Brazylia ma prezydenta, dla którego życie ludzkie jest nic nie warte, po trupach do celu, czyli ochronić brazylijską gospodarkę.
Lecz z tej gospodarki nici, nie ma z kim za bardo handlować bo inne kraje się pozamykały.
Zostały tylko z dnia na dzień rosnące w tysiące ponadprogramowe trupy, ofiary tej, jak to nazywał Bolsonero, lekkiej grypy.
Ludzie w Brazylii są maksymalnie wkurzeni, popularność prezydenta spadła do zaledwie 20 % poparcia.
Ludzie w Brazylii są maksymalnie wkurzeni, bo wiedzą, że można było inaczej, czyli tak jak w Argentynie; tam prezydent szybko postawił się zarazie wprowadzając "zamordyzm", czyli wytyczne WHO.
Rezultaty są takie, że Argentyna jest gdzieś tam w ogonie większych a nawet mniejszych państw świata pod względem zarażeń i zgonów.
Poparcie dla prezydenta Argentyny: ponad 70 % no i Argentyna rusza z gospodarką.
A prezydent Brazylii ma kłopoty: ma postawione wiele zarzutów a największy to o ludobójstwo.

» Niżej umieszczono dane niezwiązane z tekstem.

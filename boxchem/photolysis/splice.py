"""A lab spectrum that covers only part of the shipped one: splice, refuse, or zero - never silently.

A user cross section (a ``data=`` path, or ``[photolysis].cross_sections``)
is compared with the shipped data set of the same molecule (the photolysed
species).  Where the shipped set absorbs (above ``NEGLIGIBLE`` of its peak)
outside the user file's wavelength range, the reaction's ``outside=`` key
decides (docs/spectral-data.md, "Partial spectra"):

* ``splice`` (default): the shipped values are used outside the file's
  range, the file's inside; the splice is reported with the ratio
  file/shipped at each join (a ratio beyond ``MAX_JOIN_RATIO`` either way is
  an error: almost always a unit mistake);
* ``error``: refused with an error that names both ranges;
* ``zero``: the file alone, zero outside its range, reported.
"""
from __future__ import annotations

from dataclasses import dataclass

import numpy as np

from ..errors import DataFileError

__all__ = ["OUTSIDE_CHOICES", "DEFAULT_OUTSIDE", "NEGLIGIBLE", "MAX_JOIN_RATIO", "SplicedSpectrum",
           "uncovered_ranges", "reaction_cross_section", "is_shipped"]

OUTSIDE_CHOICES = ("splice", "error", "zero")
DEFAULT_OUTSIDE = "splice"
#: shipped absorption below this fraction of its peak does not count as missing.  Small on
#: purpose: weak long-wave tails (the O3 Chappuis band at ~5e-4 of the Hartley peak, the Cl2O2
#: tail beyond 350 nm) carry much of J, because the actinic flux there is large.
NEGLIGIBLE = 1e-5
#: a file/shipped ratio at a join beyond this factor (either way) refuses the splice
MAX_JOIN_RATIO = 10.0
#: wavelengths [nm] closer than this to the file's ends count as covered
_EDGE_TOLERANCE_NM = 0.5


def is_shipped(data) -> bool:
    from .crosssections import DATA_DIR
    return bool(data.path) and str(data.path).startswith(str(DATA_DIR))


def _reference_temperatures(lab) -> np.ndarray:
    t = np.asarray(lab.temperatures, dtype=float)
    return t if t.size else np.array([298.0])


def uncovered_ranges(lab, base) -> list[tuple[float, float]]:
    """Wavelength ranges [nm] where ``base`` absorbs (> NEGLIGIBLE of its peak) but ``lab`` has no rows."""
    wl = np.asarray(base.wavelength_nm, dtype=float)
    values = np.atleast_2d(base.at_temperature(_reference_temperatures(lab))).max(axis=0)
    if values.size == 0 or values.max() <= 0:
        return []
    significant = values > NEGLIGIBLE * values.max()
    lo, hi = float(lab.wavelength_nm[0]), float(lab.wavelength_nm[-1])
    ranges = []
    below = significant & (wl < lo - _EDGE_TOLERANCE_NM)
    if below.any():
        ranges.append((float(wl[below].min()), lo))
    above = significant & (wl > hi + _EDGE_TOLERANCE_NM)
    if above.any():
        ranges.append((hi, float(wl[above].max())))
    return ranges


@dataclass(frozen=True, eq=False)
class SplicedSpectrum:
    """``lab`` inside its wavelength range, ``base`` outside it; the SpectralData interface."""

    lab: object
    base: object

    def __getattr__(self, name):          # metadata (species, quantity, units, ...) of the lab file
        if name in ("lab", "base"):
            raise AttributeError(name)
        return getattr(self.lab, name)

    @property
    def _range(self) -> tuple[float, float]:
        return float(self.lab.wavelength_nm[0]), float(self.lab.wavelength_nm[-1])

    @property
    def wavelength_nm(self) -> np.ndarray:
        lo, hi = self._range
        wl = np.asarray(self.base.wavelength_nm, dtype=float)
        return np.union1d(np.asarray(self.lab.wavelength_nm), wl[(wl < lo) | (wl > hi)])

    @property
    def provenance(self) -> str:
        lo, hi = self._range
        return (f"{self.lab.provenance}; spliced onto the shipped {self.base.species} data set "
                f"outside {lo:g}-{hi:g} nm")

    def __call__(self, wavelength_nm, temperature_K=298.0) -> np.ndarray:
        wl = np.asarray(wavelength_nm, dtype=float)
        lo, hi = self._range
        inside = (wl >= lo) & (wl <= hi)
        return np.where(inside, self.lab(wl, temperature_K), self.base(wl, temperature_K))

    def at_temperature(self, temperature_K=298.0) -> np.ndarray:
        return self(self.wavelength_nm, temperature_K)

    def bin_average(self, edges_nm, temperature_K=298.0) -> np.ndarray:
        """Exact bin means of the spliced piecewise-linear function (shape as SpectralData)."""
        from .crosssections import _primitive
        edges = np.asarray(edges_nm, dtype=float)
        width = np.diff(edges)
        lab_integral = np.atleast_2d(self.lab.bin_average(edges, temperature_K)) * width
        lo, hi = self._range
        base_values = np.atleast_2d(self.base.at_temperature(temperature_K))
        hold = self.base.outside_range == "hold"
        full = _primitive(self.base.wavelength_nm, base_values, edges, hold=hold)
        inner = _primitive(self.base.wavelength_nm, base_values, np.clip(edges, lo, hi), hold=hold)
        base_outside = np.diff(full, axis=-1) - np.diff(inner, axis=-1)
        means = (lab_integral + base_outside) / width
        return means[0] if np.ndim(temperature_K) == 0 else means

    def describe(self) -> str:
        return f"{self.lab.describe()}; spliced onto shipped {self.base.species}"


def _ranges_text(ranges) -> str:
    return " and ".join(f"{a:g}-{b:g} nm" for a, b in ranges)


def reaction_cross_section(reaction, override=None):
    """(data set, note) of a photolysis reaction's cross section, partial spectra handled.

    ``override`` (a path or SpectralData) replaces ``data=``.  ``note`` is
    None for a shipped set and for a file that covers the shipped range;
    otherwise one sentence for the user (what was spliced or left out, the
    ratios at the joins).  Raises DataFileError for a missing or bad file and
    for a partial spectrum under ``outside=error``.
    """
    from .crosssections import SpectralData, cross_section_data, shipped_cross_sections

    spec = override if override is not None else reaction.parameters.get("data")
    data = spec if isinstance(spec, SpectralData) else cross_section_data(spec)
    if is_shipped(data) or data.outside_range == "hold":
        return data, None
    outside = str(reaction.parameters.get("outside", DEFAULT_OUTSIDE))
    if outside not in OUTSIDE_CHOICES:
        raise DataFileError(f"outside={outside!r}; expected one of {', '.join(OUTSIDE_CHOICES)}")
    molecule = reaction.reactants[0].species if reaction.reactants else ""
    lo, hi = float(data.wavelength_nm[0]), float(data.wavelength_nm[-1])
    label = data.path or "the cross section"
    if molecule not in shipped_cross_sections():
        return data, (f"{label} covers {lo:g}-{hi:g} nm; there is no shipped {molecule} cross "
                      f"section to compare with, so J counts no absorption outside that range")
    base = cross_section_data(molecule)
    missing = uncovered_ranges(data, base)
    if not missing:
        return data, None
    what = (f"{label} covers {lo:g}-{hi:g} nm, but the shipped {molecule} cross section also "
            f"absorbs at {_ranges_text(missing)}")
    if outside == "error":
        raise DataFileError(f"{what}; expected a spectrum over the whole range, or outside=splice "
                            f"(use the shipped values there, reported) or outside=zero on the "
                            f"reaction line (docs/spectral-data.md, \"Partial spectra\")")
    if outside == "zero":
        return data, f"{what}; outside=zero: J counts no absorption there"
    temps = _reference_temperatures(data)
    joins = []
    for a, b in missing:
        at = b if a < lo else a          # the join is the file's end next to the missing range
        ratio = np.atleast_1d(data(at, temps)) / np.atleast_1d(base(at, temps))
        for t, r in zip(temps, np.atleast_1d(ratio)):
            if not (np.isfinite(r) and 1.0 / MAX_JOIN_RATIO <= r <= MAX_JOIN_RATIO):
                raise DataFileError(
                    f"{what}; at the join at {at:g} nm ({t:g} K) the file is {r:.3g} times the "
                    f"shipped value, which looks like a unit mistake; expected a ratio within "
                    f"1/{MAX_JOIN_RATIO:g}..{MAX_JOIN_RATIO:g} to splice (check the units in the "
                    f"header, e.g. 'sigma (1e-20 cm2)'), or outside=zero to use the file alone")
        ratios = ", ".join(f"{r:.3g}" + (f" ({t:g} K)" if len(temps) > 1 or data.temperatures.size
                                         else "") for t, r in zip(temps, np.atleast_1d(ratio)))
        joins.append(f"{ratios} at {at:g} nm")
    return SplicedSpectrum(data, base), (
        f"{what}; spliced: shipped values used at {_ranges_text(missing)}; ratio file/shipped at the "
        f"joins: {'; '.join(joins)}")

Jest tam stan Amazonia gdzie żyje tubylcza ludność, która nie ma żadnej odporności na koronawirusa, poza tym jest tam słaba opieka lekarska. Władze Amazonii żebrzą i w Unii Europejskiej, gdzie się da o pomoc medyczną. używają już takich argumentów, że chronią płuca Ziemi a nie ma żadnej wdzięczności.
Każdy kraj zajęty jest swoimi problemami, jednak nawet Stalin nie wysyłał na wojnę ludności tubylczej z małych szczepów a dlatego, po to aby przetrwały.
Zaślepieni teoriami spiskowymi, pierdołami, widzą tylko to, co sami chcą widzieć. A na świecie rozgrywają się tragedie.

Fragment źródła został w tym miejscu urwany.